Clustering groups samples that are similar within the same cluster. The more similar the samples belonging to a cluster group are (and conversely, the more dissimilar samples in separate groups), the better the clustering algorithm has performed. Since clustering is an unsupervised algorithm, this similarity metric must be measured automatically and based solely on your data.
The implementation details and definition of similarity are what differentiate the many clustering algorithms.
K-Neighbours is a supervised classification algorithm. If clustering is the process of separating your samples into groups, then classification would be the process of assigning samples into those groups. Given a set of groups, take a set of samples and mark each sample as being a member of a group. Each group being the correct answer, label, or classification of the sample.
The K-Nearest Neighbours - or K-Neighbours - classifier, is one of the simplest machine learning algorithms.
K-Nearest Neighbours works by first simply storing all of your training data samples.
Then in the future, when you attempt to check the classification of a new, never-before seen sample, it finds the nearest "K" number of samples to it from within your training data. You must have numeric features in order for 'nearest' to be meaningful. There are other methods you can use for categorical features. For example you can use bag of words to vectorize your data. SciKit-Learn's K-Nearest Neighbours only supports numeric features, so you'll have to do whatever has to be done to get your data into that format before proceeding. The distance will be measures as a standard Euclidean
With the nearest neighbors found, K-Neighbours looks at their classes and takes a mode vote to assign a label to the new data point. Further extensions of K-Neighbours can take into account the distance to the samples to weigh their voting power. Each new prediction or classification made, the algorithm has to again find the nearest neighbors to that sample in order to call a vote for it.
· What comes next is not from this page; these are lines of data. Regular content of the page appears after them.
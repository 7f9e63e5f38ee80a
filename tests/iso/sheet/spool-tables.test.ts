/** Tables of a sheet as a reader uses them: where one goes on, lengths as on a tape, square welds, marks that are there. */
import { describe, expect, it } from "vitest";
import { buildModel, composePages, composeSheet, drawModel, emptyMarks, SHEET_SIZES, type RunDocument, type SheetPage } from "@/iso";
import { measureText } from "@/fonts/widths";
import { flange, RunBuilder } from "../../fixtures/run-builder";
import { sampleRuns } from "../../fixtures/sample-runs";
import { stubDraw, stubInput, stubModel } from "./sheet-stubs";
import { textsOf } from "./text-boxes";

const wordsOf = (page: SheetPage): string[] => textsOf(page).map((item) => item.text);

function sheetOf(document: RunDocument, size: "tabloid" | "letter" = "tabloid"): SheetPage[] {
  return composeSheet({ ...stubInput(size, "for-review", document), marks: emptyMarks() }, measureText);
}

/** Turns 90° but for a hundredth of a degree or so: two sloped legs of a drain. */
const drain = new RunBuilder("DR-1", "imperial", {}, "Drain")
  .start(flange({ text: "SUMP" })).go("D", `1' 8"`).enu(`-12'`, "0", `-3"`).enu("0", `-6'`, `-1 1/2"`).go("D", `1' 10"`, flange()).done();

describe("a table that goes on", () => {
  it.each(SHEET_SIZES)("says on %s on which sheet, and goes on there", (size) => {
    const pages = composePages(stubInput(size, "draft"), stubModel(60), stubDraw, measureText);
    let told = 0;
    pages.forEach((page, index) => {
      const words = wordsOf(page);
      for (const text of words.filter((one) => /^Continued on sheet \d+$/.test(one))) {
        told += 1;
        const sheet = Number(text.slice("Continued on sheet ".length));
        expect(sheet).toBeGreaterThan(index + 1);
        expect(wordsOf(pages[sheet - 1]!).some((one) => one.endsWith("(CONTINUED)")), `${size}: ${text} on sheet ${index + 1}`).toBe(true);
      }
      for (const _ of words.filter((one) => one === "Continued in the next column")) expect(words.some((one) => one.endsWith("(CONTINUED)"))).toBe(true);
    });
    const heads = pages.flatMap(wordsOf).filter((one) => one.endsWith("(CONTINUED)")).length;
    const besides = pages.flatMap(wordsOf).filter((one) => one === "Continued in the next column").length;
    expect(told + besides).toBe(heads);
    expect(told).toBeGreaterThan(0);
  });

  it("says nothing when all is on one sheet", () => {
    expect(sheetOf(sampleRuns.planarOffset!).flatMap(wordsOf).filter((one) => one.startsWith("Continued on"))).toEqual([]);
  });
});

describe("materials", () => {
  it("gives pipe in feet and inches on an imperial line and in millimetres on a metric one", () => {
    // firstRun's four pieces: 28 1/4 + 19 3/4 + 13 + 25 5/8 = 86 5/8 in = 7'-2 5/8".
    expect(sheetOf(sampleRuns.firstRun!).flatMap(wordsOf)).toContain(`7'-2 5/8"`);
    expect(sheetOf(sampleRuns.metricLine!).flatMap(wordsOf)).toContain("3451 mm");
  });

  it("names the pipe a fitting is for, and not the pipe's grade as the fitting's own", () => {
    const [spool] = buildModel(sampleRuns.firstRun!, emptyMarks(), []).spools;
    const materialOf = (start: string) => spool!.materials.find((row) => row.description.startsWith(start))?.material;
    expect(materialOf("Pipe")).toBe("A106 B");
    expect(materialOf("Elbow")).toBe("for A106 B");
    expect(materialOf("Flange")).toBe("for A106 B");
    expect(materialOf("Gate valve")).toBe("as specified");
    expect(buildModel(sampleRuns.socketLine!, emptyMarks(), []).spools[0]!.materials[0]!.description).toBe("Pipe, SCH 80");
  });

  it("breaks no date and no head of a column on narrow paper", () => {
    const words = sheetOf(sampleRuns.branchWithReducer!, "letter").flatMap(wordsOf);
    for (const whole of ["ITEM", "QTY", "DATE", "CHECKED", "APPROVED", "2025-04-14"]) expect(words, whole).toContain(whole);
  });
});

describe("square welds", () => {
  it("print as butt while the mismatch is under 0.1° (the model's own bound for straight pipe), with it from there on", () => {
    const model = buildModel(drain, emptyMarks(), []);
    const off = model.joints.filter((joint) => joint.kind === "butt").map((joint) => (joint.mismatchRad * 180) / Math.PI);
    expect(off.some((degrees) => degrees > 0 && degrees < 0.1)).toBe(true);
    const words = sheetOf(drain).flatMap(wordsOf);
    expect(words).toContain("butt");
    expect(words).toContain("butt, off 0.60°");
    expect(words.filter((one) => /off 0\.0/.test(one))).toEqual([]);
    expect(words.join(" ")).not.toContain("89.9");
    expect(model.problems.filter((problem) => problem.code === "elbow-mismatch")).toHaveLength(2);
  });
});

describe("legend", () => {
  it("explains brackets only where a bracketed dimension stands", () => {
    const room = { widthMm: 240, heightMm: 170, measure: measureText, view: null, spool: null, show: { items: true, welds: true, pieces: true, dimensions: true } };
    for (const document of Object.values(sampleRuns)) {
      const { items, legend } = drawModel(buildModel(document, emptyMarks(), []), room);
      const isBracketed = items.some((item) => item.type === "text" && /^\(\d/.test(item.text));
      expect(legend.includes("reference-dimension"), document.number).toBe(isBracketed);
    }
    expect(drawModel(buildModel(sampleRuns.planarOffset!, emptyMarks(), []), room).legend).not.toContain("reference-dimension");
    expect(drawModel(buildModel(sampleRuns.branchWithReducer!, emptyMarks(), []), room).legend).toContain("reference-dimension");
  });
});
This process is where a majority of the time is spent, so instead of using brute force to search the training data as if it were stored in a list, tree structures are used instead to optimize the search times. Due to this, the number of classes in dataset doesn't have a bearing on its execution speed. Only the number of records in your training data set.
A unique feature of supervised classification algorithms are their decision boundaries, or more generally, their n-dimensional decision surface: a threshold or region where if superseded, will result in your sample being assigned that class.
The decision surface isn't always spherical. In fact, it can take many different types of shapes depending on the algorithm that generated it.
For K-Neighbours, generally the higher your "K" value, the smoother and less jittery your decision surface becomes. Higher K values also result in your model providing probabilistic information about the ratio of samples per each class. There is a tradeoff though, as higher K values mean the algorithm is less sensitive to local fluctuations since farther samples are taken into account. This causes it to only model the overall classification function without much attention to detail, and increases the computational complexity of the classification.
K-Neighbours is particularly useful when no other model fits your data well, as it is a parameter free approach to classification. So for example, you don't have to worry about things like your data being linearly separable or not.
Some of the caution-points to keep in mind while using K-Neighbours is that your data needs to be measurable. If there is no metric for discerning distance between your features, K-Neighbours cannot help you. As with all algorithms dependent on distance measures, it is also sensitive to feature scaling. K-Neighbours is also sensitive to perturbations and the local structure of your dataset, particularly at lower "K" values.